February Issue 2019

By | Editor's Note | Published 6 years ago

While announcing the final verdict on the appeal against the Supreme Court’s overturning of Aasia Bibi’s death sentence, the Chief Justice of the Supreme Court, Justice Asif Saeed Khosa, took the mullah, who had filed the charges against her, to task. For lying under oath. For fabricating evidence. For portraying a negative image of Islam. It would have been highly appropriate had the CJ gone a step further: invoked Article 195 of the Pakistan Penal Code, which stipulates that those who resort to fabrication of evidence be awarded a life term or a term of seven years or upwards. That may serve as a possible deterrent to all those who dare to fabricate evidence – more so in blasphemy cases – to serve their own nefarious ends.

Just three days after the Aasia Bibi judgment, Justice Khosa set aside another verdict – this time of the Peshawar High Court that had acquitted an accused who was sentenced to 10 years by a sessions court, for attempting to murder a teenager in Swat valley in 2006. The SC upheld the decision of the sessions court judge, while observing that eight witnesses to the case had provided contradictory testimonies.

Increasingly, false testimonies stand in the way of dispensing justice as do weak prosecution, corrupt practices, paucity of judges and a judicial system that appears to be stacked heavily in favour of the powerful and the connected. Law student Khadija Siddiqui’s case is a classic example of how the edifice of justice works to defeat a complainant. Siddiqui’s should have been an open-and-shut case. She was stabbed 23 times in front of two key witnesses – her driver and her younger sister, when she went to collect the latter from school. And yet it took three years of running from pillar to post, facing intimidation from lawyers and provocative questions about her relationship with her assailant, to get justice. When the judgement was first delivered – seven years by a judicial magistrate – it was reduced to five years by the sessions court and later suspended altogether by the Lahore High Court. Was it because the assailant happened to be the son of a senior High Court lawyer? The former CJ took suo moto notice of the case, following a strong social media campaign, and the present CJ retained the judgment of the sessions court.

While the story may have finally ended somewhat happily for both Aasia, who has reportedly sought asylum abroad, and Khadija, who has returned to London to pursue her studies, there is a distraught father who continues to do the rounds of courts in Karachi seeking justice for his young son, Naqeebullah Mehsud, an aspiring model who was falsely accused of being a terrorist and shot dead in the prime of his life. Despite strong evidence against former top cop, Rao Anwar – who has served all his political masters diligently in all their crimes – as being one of the key accused in Mehsud’s murder, his bereaved father has been unable to nail Anwar. The story may not end very differently for the families of the four people, including two women, who were killed by officials of the Counter Terrorism Department in Sahiwal. In fact, they are allegedly receiving threats for pursuing the case. 

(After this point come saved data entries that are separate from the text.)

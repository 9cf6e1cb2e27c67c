"""Voltage that a vibrating ferrous string induces in a pickup coil, by reciprocity."""

import math
from collections.abc import Sequence
from dataclasses import dataclass
from typing import Final

import numpy as np
from numpy.polynomial import chebyshev
from numpy.typing import NDArray

from service.physics.arguments import non_negative, positive
from service.physics.coil_field import magnetic_field
from service.physics.magnet import magnetometric_factor
from service.physics.poles import Pole
from service.physics.section import WindingSection

FloatArray = NDArray[np.float64]

# Effective susceptibility of a hard-drawn steel string in the field of a pole: across its axis
# 2 chi/(2 + chi), nearly 2 for any steel; along its axis it is set by demagnetisation over the
# few millimetres that the field spans and by the onset of saturation, not by the material.
ACROSS: Final = 2.0
ALONG: Final = 60.0
# The voltage is good to a factor of about 1.6 either way; ratios between recipes are far better.
RELATIVE_UNCERTAINTY: Final = 0.5

_REACH: Final = 12.0  # half the length of string considered, in distances from string to pole
_LEAST_REACH: Final = 25e-3
_ALONG_NODES: Final = 48
_HEIGHTS: Final = 5
_DISC_RADII: Final = 4
_DISC_ANGLES: Final = 16
_AXIS_NODES: Final = 4


@dataclass(frozen=True, slots=True)
class VibratingString:
    """A string over a pole, lengths in m.

    Attributes:
        diameter: of the core that magnets attract.
        distance: from the pole's top to the string's middle at rest.
        amplitude: largest displacement along the pole's axis from rest.
        frequency: Hz.
        ferrous: False for nylon, gut, brass or bronze.
    """

    diameter: float
    distance: float
    amplitude: float
    frequency: float
    ferrous: bool = True

    def __post_init__(self) -> None:
        positive("diameter", self.diameter)
        positive("distance", self.distance)
        non_negative("amplitude", self.amplitude)
        positive("frequency", self.frequency)
        if self.amplitude + self.diameter / 2.0 >= self.distance:
            raise ValueError(
                f"amplitude must leave the string clear of the pole at {self.distance!r} m, "
                f"got {self.amplitude!r}"
            )


@dataclass(frozen=True, slots=True)
class Output:
    """Open-circuit voltages, root mean square, V; `reason` tells why they are zero, if so."""

    fundamental: float
    second_harmonic: float
    reason: str | None = None


def middle_pole(poles: Sequence[Pole]) -> Pole:
    """Return the pole nearest the coil's axis; of two equally near, the one at smaller x, y."""
    return min(poles, key=lambda pole: (round(math.hypot(pole.x, pole.y), 9), pole.x, pole.y))


def string_output(
    section: WindingSection,
    turns: float,
    poles: Sequence[Pole],
    pole_flux_density: float,
    string: VibratingString,
) -> Output:
    """Return the voltage of a coil from a string that swings over its middle pole.

    Args:
        section: the winding.
        turns: number of turns.
        poles: magnetised rods; the string crosses the axis of the one nearest the middle, along
            y, and swings along the axis.
        pole_flux_density: on the axis at the poles' tops, T.
        string: what swings, and how.

    Returns:
        Root mean square of fundamental and second harmonic without load, in V.

    Raises:
        ValueError: an impossible argument.

    The string, magnetised by the poles, links the coil with the flux of reciprocity: the
    integral over its volume of chi B H, where B is the poles' field and H the coil's for one
    ampere, the rods' part in it included. Displaced along the axis by A cos(w t), that flux has
    the Chebyshev coefficients of its course over the distance as harmonics. The poles are taken
    as uniformly magnetised rods that have the stated flux density at their tops, the string as
    susceptible without hysteresis, thin, straight and moved as a whole. From these follow laws
    that measurements show (Guadagnin et al., J. Audio Eng. Soc. 65 (2017) 711): voltage as the
    string's cross-section and as velocity, nearly independent of the kind of steel, distorted
    more as the amplitude grows against the distance. Absolute values: standard uncertainty 50 %.
    """
    n = non_negative("turns", turns)
    top = non_negative("pole_flux_density", pole_flux_density)
    if not string.ferrous:
        return Output(0.0, 0.0, "The string is not ferrous: no magnet acts on it.")
    if not poles or top == 0.0:
        return Output(0.0, 0.0, "No magnetised pole stands under the string.")
    middle = middle_pole(poles)
    lowest = middle.offset + middle.length / 2.0 + string.distance - string.amplitude
    if lowest - string.diameter / 2.0 <= section.height / 2.0:
        return Output(0.0, 0.0, "The string would touch the winding: its distance is too small.")
    swing = np.cos(math.pi * (np.arange(_HEIGHTS) + 0.5) / _HEIGHTS)
    over = string.distance + string.amplitude * swing
    reach = max(_REACH * string.distance, _LEAST_REACH)
    # Gauss points crowded over the pole: y = reach t^3 puts half of them within an eighth.
    t, weight = np.polynomial.legendre.leggauss(_ALONG_NODES)
    along, width = reach * t**3, 3.0 * reach * t * t * weight
    points = np.empty((_HEIGHTS, _ALONG_NODES, 3))
    points[..., 0] = middle.x
    points[..., 1] = middle.y + along
    points[..., 2] = (middle.offset + middle.length / 2.0 + over)[:, np.newaxis]
    shapes = [_rod_field(pole, points, fine=pole is middle) for pole in poles]
    magnet = np.zeros_like(points)
    coil = magnetic_field(section, 1.0, points)
    induced = _induced_magnetisations(section, poles)
    for pole, shape, own in zip(poles, shapes, induced, strict=True):
        slant = math.hypot(pole.length, pole.diameter / 2.0)
        magnet += 2.0 * top * slant / pole.length * shape
        coil += own * shape
    linked = ALONG * magnet[..., 1] * coil[..., 1]
    linked += ACROSS * (magnet[..., 0] * coil[..., 0] + magnet[..., 2] * coil[..., 2])
    area = math.pi / 4.0 * string.diameter**2
    flux = n * area * (linked @ width)
    if string.amplitude == 0.0:
        return Output(0.0, 0.0, "The string is at rest.")
    course = chebyshev.chebfit(swing, flux, _HEIGHTS - 1)
    omega = 2.0 * math.pi * string.frequency
    first, second = (abs(float(course[k])) * k * omega / math.sqrt(2.0) for k in (1, 2))
    return Output(first, second)


def _rod_field(pole: Pole, points: FloatArray, *, fine: bool) -> FloatArray:
    """Field outside a rod over its uniform magnetisation: that of two charged end faces."""
    radius = pole.diameter / 2.0
    if fine:
        r, weight = np.polynomial.legendre.leggauss(_DISC_RADII)
        r, weight = (r + 1.0) / 2.0, weight / 2.0
        rings = radius * np.sqrt(r)  # equal areas in r squared
        angle = 2.0 * math.pi * (np.arange(_DISC_ANGLES) + 0.5) / _DISC_ANGLES
        x = np.outer(rings, np.cos(angle)).ravel()
        y = np.outer(rings, np.sin(angle)).ravel()
        charge = np.repeat(weight, _DISC_ANGLES) / _DISC_ANGLES
    else:
        x, y, charge = np.zeros(1), np.zeros(1), np.ones(1)
    field = np.zeros_like(points)
    for sign in (1.0, -1.0):
        away = points[..., np.newaxis, :] - np.stack(
            [pole.x + x, pole.y + y, np.full_like(x, pole.offset + sign * pole.length / 2.0)],
            axis=-1,
        )
        cube = np.einsum("...i,...i->...", away, away) ** -1.5
        field += sign * np.einsum("...c,...ci,c->...i", cube, away, charge)
    return field * (radius * radius / 4.0)  # face area over 4 pi


def _induced_magnetisations(section: WindingSection, poles: Sequence[Pole]) -> list[float]:
    """Mean magnetisation of each rod by one ampere-turn, 1/m, with its own demagnetisation."""
    factors = [magnetometric_factor(pole.length / pole.diameter) for pole in poles]
    return [
        pole.susceptibility / (1.0 + factor * pole.susceptibility) * float(field)
        for pole, factor, field in zip(
            poles, factors, mean_axial_field(section, poles), strict=True
        )
    ]


def mean_axial_field(section: WindingSection, poles: Sequence[Pole]) -> FloatArray:
    """Return the coil's field along each rod's axis, averaged over the rod, for one ampere-turn.

    Args:
        section: the winding.
        poles: rods; only their places count.

    Returns:
        Axial component of H in 1/m, one value a rod; 4 Gauss points, good to 1 %.
    """
    t, weight = np.polynomial.legendre.leggauss(_AXIS_NODES)
    axes = np.array(
        [[(p.x, p.y, p.offset + s * p.length / 2.0) for s in t.tolist()] for p in poles]
    )
    along = magnetic_field(section, 1.0, axes)[..., 2]
    return np.asarray(along @ weight / 2.0, dtype=np.float64)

Nothing seems to have changed on the ground. 

Despite the constant demand for police and judicial reforms from assorted quarters, there seems to be no move from the legislators, past or present. The only reforms that seem to interest them are those that benefit them – such as how to legalise their ill-gotten gains. The rest is a mere blip on the radar.

Rehana Hakim is one of the core team of journalists that helped start Newsline. She has been the editor-in-chief since 1996.